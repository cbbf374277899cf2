"""Run one CLI invocation for benchmarks/fuzz.py, with a timeout and an address-space limit.

Two launchers, same contract ``run(argv, cwd, env, timeout) -> {rc, timed_out, seconds, stdout, stderr}``:

- ``exec``: a fresh interpreter per run, ``python -c "from swapper.cli import app; app()" ARGS`` (what a user
  runs; 1.5-2 s of imports each).
- ``fork``: one server per worker imports ``from swapper.cli import app`` once, then forks a child per run
  that sets its own session, limits, folder, environment, stdio and argv, calls ``app()`` and exits the way
  the interpreter would (SystemExit code, traceback + 1 for an uncaught exception, atexit handlers run).
  Each run is still its own process; only the import cost is shared. Findings are confirmed with ``exec``.

rc follows subprocess: negative = killed by that signal. A run still going at ``timeout`` has its process
group killed (only the group this run started).
"""
from __future__ import annotations

import json
import os
import resource
import select
import signal
import subprocess
import sys
import time
from pathlib import Path

CLI = [sys.executable, "-c", "from swapper.cli import app; app()"]

SERVER = r'''
import atexit, json, os, resource, sys, tempfile, traceback
from swapper.cli import app
channel = os.fdopen(os.dup(1), "w", buffering=1)
null = os.open(os.devnull, os.O_RDONLY)
for line in sys.stdin:
    req = json.loads(line)
    sys.stdout.flush(); sys.stderr.flush()
    pid = os.fork()
    if pid == 0:
        code = 70
        try:
            os.setsid()
            os.close(channel.fileno())
            resource.setrlimit(resource.RLIMIT_AS, (req["mem"], req["mem"]))
            resource.setrlimit(resource.RLIMIT_CORE, (0, 0))
            os.chdir(req["cwd"])
            os.environ.update(req["env"])
            tempfile.tempdir = None
            flags = os.O_WRONLY | os.O_CREAT | os.O_TRUNC
            os.dup2(null, 0)
            os.dup2(os.open(req["stdout"], flags, 0o644), 1)
            os.dup2(os.open(req["stderr"], flags, 0o644), 2)
            sys.argv = ["-c"] + req["argv"]
            try:
                app()
                code = 0
            except SystemExit as exc:
                if exc.code is None or isinstance(exc.code, int):
                    code = exc.code or 0
                else:
                    print(exc.code, file=sys.stderr)
                    code = 1
            except BaseException:
                traceback.print_exc()
                code = 1
            atexit._run_exitfuncs()
            sys.stdout.flush(); sys.stderr.flush()
        finally:
            os._exit(code)
    channel.write(json.dumps({"pid": pid}) + "\n")
    _, status = os.waitpid(pid, 0)
    channel.write(json.dumps({"rc": os.waitstatus_to_exitcode(status)}) + "\n")
'''


def _limits(mem_bytes: int):
    def apply() -> None:
        resource.setrlimit(resource.RLIMIT_AS, (mem_bytes, mem_bytes))
        resource.setrlimit(resource.RLIMIT_CORE, (0, 0))
    return apply


def _kill_group(pid: int) -> None:
    try:
        os.killpg(pid, signal.SIGKILL)
    except ProcessLookupError:
        pass


def _read(path: Path) -> str:
    text = path.read_bytes()[: 1 << 20].decode("utf-8", "replace")
    path.unlink()
    return text


class ExecLauncher:
    def __init__(self, env: dict, mem_bytes: int):
        self.env, self.mem_bytes = env, mem_bytes

    def run(self, argv: list[str], cwd: Path, env: dict, timeout: float, out: Path, err: Path) -> dict:
        t0 = time.monotonic()
        with open(out, "wb") as fo, open(err, "wb") as fe:
            proc = subprocess.Popen(CLI + argv, cwd=cwd, stdin=subprocess.DEVNULL, stdout=fo, stderr=fe,
                                    env={**self.env, **env}, start_new_session=True,
                                    preexec_fn=_limits(self.mem_bytes))
            try:
                rc, timed_out = proc.wait(timeout=timeout), False
            except subprocess.TimeoutExpired:
                _kill_group(proc.pid)  # the session this run started
                rc, timed_out = proc.wait(), True
        return {"rc": rc, "timed_out": timed_out, "seconds": round(time.monotonic() - t0, 2),
                "stdout": _read(out), "stderr": _read(err)}


class ForkLauncher:
    def __init__(self, env: dict, mem_bytes: int):
        self.env, self.mem_bytes = env, mem_bytes
        self.server: subprocess.Popen | None = None
        self._buf = b""

    def _start(self) -> None:
        self.server = subprocess.Popen([sys.executable, "-c", SERVER], stdin=subprocess.PIPE, stdout=subprocess.PIPE,
                                       env=self.env, bufsize=0)
        self._buf = b""

    def _reply(self, timeout: float | None) -> dict | None:
        """The server's next JSON line, or None at the timeout (unbuffered, so select sees every byte)."""
        deadline = None if timeout is None else time.monotonic() + timeout
        fd = self.server.stdout.fileno()
        while b"\n" not in self._buf:
            left = None if deadline is None else max(0.0, deadline - time.monotonic())
            ready, _, _ = select.select([fd], [], [], left)
            if not ready:
                return None
            chunk = os.read(fd, 4096)
            if not chunk:
                raise EOFError("fork server stopped")
            self._buf += chunk
        line, self._buf = self._buf.split(b"\n", 1)
        return json.loads(line)

    def run(self, argv: list[str], cwd: Path, env: dict, timeout: float, out: Path, err: Path) -> dict:
        if self.server is None or self.server.poll() is not None:
            self._start()
        request = {"argv": argv, "cwd": str(cwd), "env": env, "mem": self.mem_bytes, "stdout": str(out),
                   "stderr": str(err)}
        t0 = time.monotonic()
        self.server.stdin.write((json.dumps(request) + "\n").encode())
        pid = self._reply(60)["pid"]
        reply = self._reply(max(0.0, timeout - (time.monotonic() - t0)))
        timed_out = reply is None
        if timed_out:
            _kill_group(pid)  # the child made its own session; kill only that group
            reply = self._reply(None)
        return {"rc": reply["rc"], "timed_out": timed_out, "seconds": round(time.monotonic() - t0, 2),
                "stdout": _read(out), "stderr": _read(err)}

    def close(self) -> None:
        if self.server is not None:
            self.server.stdin.close()
            self.server.wait(timeout=30)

+ + + + + + +

* [The task]:
Give only the lines from the one holding "rc, timed_out = proc.wait(timeout=timeout), False" through the one holding "rc, timed_out = proc.wait(), True", each restated exactly as it appears above.

* [Response box]:
                rc, timed_out = proc.wait(timeout=timeout), False
            except subprocess.TimeoutExpired:
                _kill_group(proc.pid)  # the session this run started
                rc, timed_out = proc.wait(), True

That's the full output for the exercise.